John, Alison’s aged husband, although not characterized as a parody of courtly conventions like Absolon, possesses many chivalric traits, and his failure to avoid being cuckolded points to the failures of the refined world of “The Knight’s Tale” as well. His overly, unfaltering devotion towards Alison seems to be the driving force of his unfortunate fall, literally and metaphorically. Immediately after Nicholas tells John about the flood, he replies by lamenting “Allas, my wyf!/And shal she drenche? Allas, myn Alisoun”(3522 3523). He asks Nicholas for a “remedie” (3525) only after he weeps for Alison. The Miller points out during this event that “Lo, which a greet thing is affeccioun!/ Men may dyen of ymaginacioun” (3611 3612) suggesting that John’s strong emotions hinder him from distinguishing fantasy and reality. By suggesting that John is blinded by his feelings like the two suitors of “The Knight’s Tale,” the Miller again points out the fallibility of courtly conventions.
Those who represent any aristocratic principles fail to accomplish their desires, while those who do not are rewarded with the fulfillment of their lust. Nicholas, who is ironically described as “hende” or chivalrous, but is rather bawdy and devious, wins Alison’s hand even though he is economically lower than John. Alison, the character most removed from the romantic world of “The Knight’s Tale,” is granted sexual satisfaction and is the least harshly punished character. She is by no means similar to the idealized Emily of “The Knight’s Tale” because she has a “likerous ye” (3244), readily betrays her husband, and is described by sensuous, earthly imageries for “she was ful moore blisful on to see/ Than is the newe pere-jonette tree”(3247 -3248).
Although vulgar, “The Miller’s Tale” is valid in repaying “The Knight’s Tale.” It is a fabliau, a comic tale that, contrary to aristocratic tales, presents a lively portrayal of everyday life in lower-class society.
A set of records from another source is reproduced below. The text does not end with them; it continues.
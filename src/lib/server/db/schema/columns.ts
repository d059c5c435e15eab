import { customType, timestamp, uuid } from 'drizzle-orm/pg-core';

/** Raw bytes; the driver gives and takes Uint8Array. */
export const bytes = customType<{ data: Uint8Array; driverData: Uint8Array }>({ dataType: () => 'bytea' });

/** A half-open interval of instants, as PostgreSQL writes it: '[from,to)'. */
export const instantRange = customType<{ data: string; driverData: string }>({ dataType: () => 'tstzrange' });

/** UUIDv7, made by the application. */
export const id = () => uuid('id').primaryKey();

/** An instant in UTC. */
export const instant = (name: string) => timestamp(name, { withTimezone: true, mode: 'date' });

/** A wall-clock time without zone, 'YYYY-MM-DD HH:MM:SS': what is due is ruled in the course's zone, not here. */
export const wallClock = (name: string) => timestamp(name, { withTimezone: false, mode: 'string' });

export const createdAt = () => instant('created_at').notNull().defaultNow();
Since the fabliau depicts the disorderly, it is only natural that this genre should represent the Miller’s disruptive voice – for he literally disrupts the order of tale-telling by insisting to “quite” the Knight’s tale. Additionally, the fabliau is not only a structured, learned genre, but the tale which the Miller presents expands the form even further. The Miller’s tale renders vividly descriptive passages such as the depiction of Alison. The tale exhibits two complex plot lines: that of Nicholas’s scheme and Absolon’s courting. These join coherently in the very end as Nicholas’s cry for water after being branded in the “toute” (3812) alarms John to cut the rope, hurling the old fool down from the roof.
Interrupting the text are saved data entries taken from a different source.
import { sql } from 'drizzle-orm';
import {
	boolean,
	check,
	foreignKey,
	index,
	integer,
	jsonb,
	pgTable,
	primaryKey,
	text,
	unique,
	uuid
} from 'drizzle-orm/pg-core';
import { users } from './accounts';
import { bytes, createdAt, id, instant, instantRange, wallClock } from './columns';
import { experimentVersions, rubricVersions } from './experiments';

export const courses = pgTable(
	'courses',
	{
		id: id(),
		/** Stands in addresses: /c/pc310 */
		slug: text('slug').notNull().unique(),
		code: text('code').notNull(),
		title: text('title').notNull(),
		institution: text('institution').notNull(),
		/** IANA name */
		zone: text('zone').notNull(),
		startsOn: text('starts_on').notNull(),
		/** { graceMinutes, steps: [{ upToHours, percent }], refuseAfterHours } as lib/rubrics reads it */
		lateRule: jsonb('late_rule').notNull(),
		/** what a plus-minus means in this course */
		uncertaintyKind: text('uncertainty_kind').notNull().default('standard'),
		createdAt: createdAt()
	},
	(t) => [
		check('courses_slug', sql`${t.slug} ~ '^[a-z0-9][a-z0-9-]{0,62}$'`),
		check('courses_uncertainty_kind', sql`${t.uncertaintyKind} in ('standard', 'expanded')`)
	]
);

export const labSections = pgTable(
	'lab_sections',
	{
		id: id(),
		courseId: uuid('course_id')
			.notNull()
			.references(() => courses.id),
		name: text('name').notNull(),
		/** in words: 'Tuesday 13:00' */
		meets: text('meets').notNull()
	},
	(t) => [
		unique('lab_sections_name').on(t.courseId, t.name),
		unique('lab_sections_course_id').on(t.courseId, t.id)
	]
);

export const members = pgTable(
	'members',
	{
		courseId: uuid('course_id')
			.notNull()
			.references(() => courses.id),
		userId: uuid('user_id')
			.notNull()
			.references(() => users.id),
		role: text('role').notNull(),
		/** a student's lab section; a grader's sections stand in grading_sections */
		labSectionId: uuid('lab_section_id'),
		joinedAt: createdAt(),
		leftAt: instant('left_at')
	},
	(t) => [
		primaryKey({ columns: [t.courseId, t.userId, t.role] }),
		check('members_role', sql`${t.role} in ('student', 'grader', 'instructor')`),
		foreignKey({
			name: 'members_lab_section',
			columns: [t.courseId, t.labSectionId],
			foreignColumns: [labSections.courseId, labSections.id]
		}),
		index('members_user').on(t.userId)
	]
);

/** Which lab sections a grader marks. */
export const gradingSections = pgTable(
	'grading_sections',
	{
		labSectionId: uuid('lab_section_id')
			.notNull()
			.references(() => labSections.id),
		userId: uuid('user_id')
			.notNull()
			.references(() => users.id)
	},
	(t) => [primaryKey({ columns: [t.labSectionId, t.userId] }), index('grading_sections_user').on(t.userId)]
);

/** Four random bench words that let whoever hears them join; valid for a week. */
export const benchWords = pgTable(
	'bench_words',
	{
		id: id(),
		courseId: uuid('course_id')
			.notNull()
			.references(() => courses.id),
		labSectionId: uuid('lab_section_id').notNull(),
		wordsSha256: bytes('words_sha256').notNull().unique(),
		/** shown again to the instructor who hands them out */
		words: text('words').notNull(),
		expiresAt: instant('expires_at').notNull(),
		createdBy: uuid('created_by')
			.notNull()
			.references(() => users.id),
		createdAt: createdAt()
	},
	(t) => [
		foreignKey({
			name: 'bench_words_lab_section',
			columns: [t.courseId, t.labSectionId],
			foreignColumns: [labSections.courseId, labSections.id]
		})
	]
);

export const teams = pgTable(
	'teams',
	{
		id: id(),
		courseId: uuid('course_id').notNull(),
		labSectionId: uuid('lab_section_id').notNull(),
		name: text('name').notNull()
	},
	(t) => [
		unique('teams_name').on(t.courseId, t.name),
		unique('teams_course_id').on(t.courseId, t.id),
		foreignKey({
			name: 'teams_lab_section',
			columns: [t.courseId, t.labSectionId],
			foreignColumns: [labSections.courseId, labSections.id]
		})
	]
);

/** Nobody is in two teams of a course at the same moment: an exclusion constraint stands in the migrations. */
export const teamMembers = pgTable(
	'team_members',
	{
		id: id(),
		teamId: uuid('team_id').notNull(),
		courseId: uuid('course_id').notNull(),
		userId: uuid('user_id')
			.notNull()
			.references(() => users.id),
		during: instantRange('during').notNull()
	},
	(t) => [
		foreignKey({
			name: 'team_members_team',
			columns: [t.courseId, t.teamId],
			foreignColumns: [teams.courseId, teams.id]
		}),
		index('team_members_team_index').on(t.teamId),
		index('team_members_user').on(t.userId)
	]
);

export const assignments = pgTable(
	'assignments',
	{
		id: id(),
		courseId: uuid('course_id')
			.notNull()
			.references(() => courses.id),
		experimentVersionId: uuid('experiment_version_id')
			.notNull()
			.references(() => experimentVersions.id),
		rubricVersionId: uuid('rubric_version_id')
			.notNull()
			.references(() => rubricVersions.id),
		title: text('title').notNull(),
		position: integer('position').notNull(),
		dueLocal: wallClock('due_local').notNull(),
		closesLocal: wallClock('closes_local').notNull(),
		hideNames: boolean('hide_names').notNull().default(true),
		createdAt: createdAt()
	},
	(t) => [
		unique('assignments_position').on(t.courseId, t.position),
		unique('assignments_rubric').on(t.id, t.rubricVersionId),
		check('assignments_closing', sql`${t.closesLocal} >= ${t.dueLocal}`)
	]
);

export const extensions = pgTable(
	'extensions',
	{
		id: id(),
		assignmentId: uuid('assignment_id')
			.notNull()
			.references(() => assignments.id),
		userId: uuid('user_id').references(() => users.id),
		teamId: uuid('team_id').references(() => teams.id),
		dueLocal: wallClock('due_local').notNull(),
		closesLocal: wallClock('closes_local').notNull(),
		reason: text('reason').notNull(),
		grantedBy: uuid('granted_by')
			.notNull()
			.references(() => users.id),
		createdAt: createdAt()
	},
	(t) => [
		check('extensions_whose', sql`(${t.userId} is null) <> (${t.teamId} is null)`),
		check('extensions_closing', sql`${t.closesLocal} >= ${t.dueLocal}`),
		unique('extensions_one').on(t.assignmentId, t.userId, t.teamId).nullsNotDistinct()
	]
);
The parallelism between the Miller and the narrator also legitimizes the Miller’s voice as an equal alternative to the Knight’s Tale. Like the narrator who imparts a descriptive portrait of each pilgrim in “The General Prologue,” the Miller starts his story by descriptively characterizing those presented in his tale. In the prologue to his tale, the Miller apologizes in advance for his vulgarity, blaming the offensive aspects of his tale on his drunkenness. The narrator, likewise, apologizes ahead of time for any future offenses he is about to impart in the tale, telling his audience that he “moot reherce” all the tales “be they bettre of werse” as they were told (3173 3174). Since the narrator emphasizes recounting the tales in true form to its original teller, he portrays himself as unbiased and therefore acquires the audience’s approval and trust. In equating the Miller with the narrator, Chaucer is attempting to obtain the audience’s approval of the Miller and, hence, suggesting the authority of “The Miller’s Tale.”
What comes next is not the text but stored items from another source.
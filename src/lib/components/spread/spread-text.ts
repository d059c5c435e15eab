/** Groups smaller than this are told as such. */
export const smallGroup = 5;

export const isSmall = (n: number): boolean => n > 0 && n < smallGroup;

/** A statistic to two decimals at most, '–' where there is none. Rounded for display only. */
export function shownNumber(value: number | null): string {
	if (value === null || !Number.isFinite(value)) return '–';
	return String(Math.round(value * 100) / 100).replace('-', '\u2212');
}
While “The Knight’s Tale” is an eloquent account of chivalry and courtly love, “The Miller’s Tale” provides a more positive and enjoyable alternative. By perverting idealized notions of love and pointing out the sensuous aspect of courtship, the Miller exposes the shortcomings of aristocratic traditions. Although the tale follows the fabliau tradition, it is articulated elegantly, placing it on par with the Knight’s tale, ultimately validating its commentary on love and courtship.
Benson, Larry D., eds. The Riverside Chaucer: Third Edition. New York: Houghton Mifflin, 1987.